If you use active directory integration you have to install latest possible Samba. In fact versions prior Samba 4.3 have issues and config from 4.0 or 4.1 causes big troubles in 4.3 (file locking, duplicate files in windows explorer, etc.). In this case you can set ACLs from windows explorer and you should use `zfsacl` VFS object.


----------



## Terry_Kennedy (May 15, 2016)

von_Gaden said:


> I use Samba widely because of mostly windows-based clients I have to deal with.
> If you use Samba without AD DC integration it's not important which version of the port you use. In this case you can't edit directory ACLS from Windows Explorer and you can simply install the new version (in my cases mostly net/samba43).

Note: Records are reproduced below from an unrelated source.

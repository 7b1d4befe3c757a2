"""One variance component as a result, with the plain sentence that it comes to."""

from __future__ import annotations

import math
from dataclasses import dataclass

from adjust.observations import KIND_NAMES

VAGUE = 20.0
"""Upper over lower bound of a factor: beyond it, too little tells this group from the others to say anything of it."""

SHOWN = 5
"""Names in one sentence: enough to find the places, few enough to read."""


@dataclass(frozen=True)
class VarianceComponent:
    """What the residuals say of the sds of one group of observations.

    `factor` is what the sds as stated would have to be multiplied with, `sd` its standard deviation; NaN where too
    little checks the group. `lower` and `upper` hold the true factor with the probability `confidence`, for all groups
    of the job at once; `differs` says whether 1 lies outside. Nothing of this is applied to the adjustment.
    """

    name: str
    kind: str
    instrument: str | None
    """Where its rows share one and the kind has several."""
    file: str | None
    """Where its rows share one and the kind has several: the day, in a job with one file a day."""
    group: str | None
    """The word in the column `group`."""
    merged: tuple[str, ...]
    """The groups too small by themselves that were put together here."""
    observations: int
    """Scalars that took part: vectors have three."""
    redundancy: float
    """Share of the degrees of freedom: the sum of the redundancy numbers, at the weights estimated."""
    factor: float
    sd: float
    lower: float
    upper: float
    confidence: float
    left_out: tuple[str, ...]
    """Sources of rows that took no part, in the order of the book: they stand too far off, or were named."""

    @property
    def estimated(self) -> bool:
        """Whether there is a factor."""
        return not math.isnan(self.factor)

    @property
    def differs(self) -> bool:
        """Whether the factor differs significantly from 1; False where there is none."""
        return self.estimated and not self.lower <= 1.0 <= self.upper

    @property
    def sentence(self) -> str:
        """What a surveyor needs to hear."""
        return " ".join(part for part in (self._finding(), self._merged_words(), self._left_out_words()) if part)

    def _finding(self) -> str:
        if not self.estimated or self.upper > VAGUE * self.lower:
            return f"Too little checks the {self.name} to say how well their sds were stated."
        span = f"between {_digits(self.lower)} and {_digits(self.upper)}"
        if not self.differs:
            return f"The {self.name} agree with their stated sds (factor {_digits(self.factor)}, {span})."
        worse = self.factor > 1
        times = _digits(self.factor if worse else 1 / self.factor)
        return f"The {self.name} behave as {times} × {'worse' if worse else 'better'} than stated (factor {span})."

    def _merged_words(self) -> str:
        return f"Judged together, being too few each: {_listed(self.merged)}." if self.merged else ""

    def _left_out_words(self) -> str:
        if not self.left_out:
            return ""
        one, many = KIND_NAMES[self.kind]
        count = len(self.left_out)
        return f"Without {count} {one if count == 1 else many} too far off: {_listed(self.left_out)}."


def _digits(factor: float) -> str:
    """Two decimals below 10, the next whole number above."""
    return f"{factor:.2f}" if factor < 9.995 else f"{factor:.0f}"


def _listed(names: tuple[str, ...]) -> str:
    more = f" and {len(names) - SHOWN} more" if len(names) > SHOWN else ""
    return "; ".join(names[:SHOWN]) + more
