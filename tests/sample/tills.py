"""Kestrin: till lines with UTC time stamps, one Parquet file per local month."""

from dataclasses import replace
from datetime import date, timedelta

import numpy as np
import polars as pl
from numpy.typing import NDArray

from tests.sample.behaviour import Behaviour
from tests.sample.deliveries import Delivery, scattered, sound, spoiled
from tests.sample.market import Chain
from tests.sample.timeline import MONTHS, days_of, numbered_months, stream, week_of

ZONE = "America/Halifax"
LINES_A_DAY = 0.16
OUTLET_SIZE = (1.25, 1.0, 0.75)
WEEKDAY = (0.85, 0.85, 0.9, 1.0, 1.3, 1.4, 0.7)
RETURNS = 14
LATE = "2023-02"
MISCODED = ("2023-05", "K2", date(2023, 5, 9), date(2023, 5, 12))

Integers = NDArray[np.int64]


def till_deliveries(seen: Behaviour, chain: Chain) -> list[Delivery]:
    """Return Kestrin's files; one first came broken off and was sent again."""
    files = [_delivery(seen, chain, number, month) for number, month in numbered_months()]
    late = MONTHS.index(LATE)
    whole = files[late]
    files[late] = whole.cut(whole.path, int(whole.frame.height * 0.7))
    corrected = whole.path.replace("kestrin/", "kestrin/late/", 1)
    files.append(replace(whole, path=corrected))
    return [_counted(delivery) for delivery in files]


def exact(frame: pl.DataFrame) -> pl.DataFrame:
    """Return the frame in the types of the file, decimals in place of whole cents and grams."""
    return frame.with_columns(
        (pl.col("qty") / 1000).cast(pl.Decimal(9, 3)),
        (pl.col("amount") / 100).cast(pl.Decimal(9, 2)),
        (pl.col("deposit") / 100).cast(pl.Decimal(9, 2)),
    )


def _delivery(seen: Behaviour, chain: Chain, number: int, month: str) -> Delivery:
    rng = stream("kestrin", month)
    lines = _clean(seen, chain, number, month, rng)
    lines = pl.concat([lines, _returns(lines, rng)]).sort("local", "gtin", "shop", maintain_order=True)
    first = int(month[2:4] + month[5:7]) * 100_000
    lines = _in_utc(lines).with_columns(pl.int_range(first, first + pl.len(), dtype=pl.Int64).alias("till_line"))
    lines = sound(_miscoded(lines, month))
    lines = lines.with_columns(
        pl.when(pl.col("broken")).then(pl.lit("malformed-item-code")).alias("rule"),
        pl.when(pl.col("broken")).then(0).otherwise(pl.col("cents")).alias("cents"),
    ).drop("broken", "local")
    lines = lines.select("sold_utc", "till_line", "shop", "gtin", "qty", "amount", "deposit", "rule", "cents")
    frame = scattered(lines, _faults(lines.filter(pl.col("rule").is_null()), first, rng), rng)
    frame = pl.concat([frame, _doubled(frame, rng)])
    path = f"deliveries/kestrin/kestrin_lines_{month.replace('-', '')}.parquet"
    return Delivery(path, "kestrin", month, frame)


def _clean(seen: Behaviour, chain: Chain, number: int, month: str, rng: np.random.Generator) -> pl.DataFrame:
    days = days_of(month)
    weeks = np.array([week_of(day) for day in days])
    weekday = np.array([WEEKDAY[day.weekday()] for day in days])
    outlets, levels = np.array(list(chain.outlets)), np.array(list(chain.outlets.values()))
    expected = LINES_A_DAY * np.array(OUTLET_SIZE)[:, None, None] * seen.demand[:, weeks] * weekday
    counts = rng.poisson(expected)
    outlet, item, day = (np.repeat(place, counts[counts > 0]) for place in np.nonzero(counts))
    price = np.rint(100.0 * levels[outlet] * seen.regular[item, number] * seen.factor[item, weeks[day]])
    weighed = np.array([entry.aggregate.weighed for entry in seen.items])[item]
    grams = np.where(weighed, _weights(item.size, rng), 1000 * (1 + rng.poisson(0.6, size=item.size)))
    cents = np.rint(price * grams / 1000.0).astype(np.int64)
    per_piece = np.array([round(100 * entry.aggregate.deposit) * entry.pack.count for entry in seen.items])
    deposit = per_piece[item] * (grams // 1000)
    codes = np.array([entry.code for entry in seen.items])
    start = np.array(days, dtype="datetime64[D]").astype("datetime64[ms]")
    return pl.DataFrame(
        {
            "local": start[day] + _seconds(item.size, rng).astype("timedelta64[s]"),
            "shop": outlets[outlet],
            "gtin": codes[item],
            "qty": grams.astype(np.int64),
            "amount": cents + deposit,
            "deposit": deposit,
            "cents": cents,
        }
    ).with_columns(pl.when(pl.col("deposit") > 0).then(pl.col("deposit")).alias("deposit"))


def _weights(size: int, rng: np.random.Generator) -> Integers:
    grams: Integers = np.maximum(5 * np.rint(rng.gamma(5.0, 0.18, size=size) * 200.0), 100).astype(np.int64)
    return grams


def _seconds(size: int, rng: np.random.Generator) -> Integers:
    """Return seconds of the local day, half before lunch and half towards the evening."""
    hours = np.where(rng.random(size) < 0.4, rng.normal(11.0, 1.6, size), rng.normal(18.0, 2.0, size))
    opened: Integers = np.rint(np.clip(hours, 7.5, 21.98) * 3600.0).astype(np.int64)
    return opened


def _returns(lines: pl.DataFrame, rng: np.random.Generator) -> pl.DataFrame:
    """Return goods brought back some days after: the same line with all signs turned."""
    often = lines.filter((pl.len().over("gtin") >= 12) & (pl.col("local").dt.day() <= 24))
    places = rng.choice(often.height, size=RETURNS, replace=False)
    later = pl.Series([timedelta(days=int(days)) for days in rng.integers(1, 5, size=RETURNS)])
    return often[np.sort(places)].with_columns(
        (pl.col("local") + later).dt.cast_time_unit("ms").alias("local"),
        *(-pl.col(name) for name in ("qty", "amount", "deposit", "cents")),
    )


def _in_utc(lines: pl.DataFrame) -> pl.DataFrame:
    stamps = pl.col("local").dt.replace_time_zone(ZONE).dt.convert_time_zone("UTC").dt.replace_time_zone(None)
    return lines.with_columns(stamps.alias("sold_utc"))


def _miscoded(lines: pl.DataFrame, month: str) -> pl.DataFrame:
    """Spoil the check digits that one till wrote for some days."""
    bad_month, shop, first, last = MISCODED
    day = pl.col("local").dt.date()
    broken = pl.lit(month == bad_month) & (pl.col("shop") == shop) & day.is_between(first, last)
    return lines.with_columns(broken.alias("broken")).with_columns(
        pl.when(pl.col("broken")).then(_wrong_digit(3)).otherwise(pl.col("gtin")).alias("gtin")
    )


def _wrong_digit(shift: int) -> pl.Expr:
    digit = (pl.col("gtin").str.slice(12).cast(pl.Int64) + shift) % 10
    return pl.col("gtin").str.slice(0, 12) + digit.cast(pl.String)


def _faults(clean: pl.DataFrame, first: int, rng: np.random.Generator) -> list[pl.DataFrame]:
    untaxed = clean.filter(pl.col("deposit").is_null() & (pl.col("qty") > 0))
    with_deposit = clean.filter(pl.col("deposit").is_not_null() & (pl.col("qty") > 0))
    planted: tuple[tuple[str, pl.DataFrame, tuple[pl.Expr, ...]], ...] = (
        ("missing-key", untaxed, (pl.lit(None).alias("gtin"),)),
        ("missing-key", untaxed, (pl.lit(None).alias("shop"),)),
        ("missing-key", untaxed, (pl.lit(None).alias("sold_utc"),)),
        ("quantity-not-positive", untaxed, (pl.lit(0).alias("qty"),)),
        ("quantity-not-positive", untaxed, (-pl.col("qty"),)),
        ("turnover-not-positive", untaxed, (pl.lit(0).alias("amount"),)),
        ("turnover-not-positive", with_deposit, (pl.col("deposit").alias("amount"),)),
        ("unit-price-limits", untaxed, (pl.lit(1000).alias("qty"), pl.lit(999_999).alias("amount"))),
        ("unit-price-limits", untaxed, (pl.lit(900_000).alias("qty"), pl.lit(50).alias("amount"))),
        ("outside-announced-period", untaxed, (pl.col("sold_utc") - timedelta(days=40),)),
        ("malformed-item-code", untaxed, (_wrong_digit(1),)),
        ("malformed-item-code", untaxed, (pl.col("gtin").str.replace("0", "O", literal=True),)),
        ("malformed-item-code", untaxed, (pl.col("gtin").str.slice(0, 11),)),
    )
    counts = rng.integers(0, 3, size=len(planted))
    rows = pl.concat(
        spoiled(source, rng, rule, int(count), *changes)
        for (rule, source, changes), count in zip(planted, counts, strict=True)
    )
    return [
        rows.with_columns(pl.int_range(first + 90_000, first + 90_000 + pl.len(), dtype=pl.Int64).alias("till_line"))
    ]


def _doubled(frame: pl.DataFrame, rng: np.random.Generator) -> pl.DataFrame:
    """Return sound lines that come again, word for word, at the end of the file."""
    count = int(rng.integers(1, 5))
    return spoiled(frame.filter(pl.col("rule").is_null()), rng, "duplicate-line", count)


def _counted(delivery: Delivery) -> Delivery:
    """Return the delivery with its returns and the lines whose UTC month is another counted."""
    sound_rows = delivery.accepted
    return replace(
        delivery,
        returns=sound_rows.filter(pl.col("qty") < 0).height,
        moved=sound_rows.filter(pl.col("sold_utc").dt.strftime("%Y-%m") != delivery.period).height,
    )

You should copy everything form /var/db/samba to /var/db/samba4 and from /usr/local/etc/samba to /var/db/samba4/privte. The config file /usr/local/etc/smb.conf should be copied to /usr/local/etc/smb4.conf. This is tested and working on some of my servers.


Thanks. I went with the net/samba43 port as net/samba44 failed to install (file rfc-something-or-other not found in staging). Some quick testing shows 4.3 to be a good bit faster than 3.6.


----------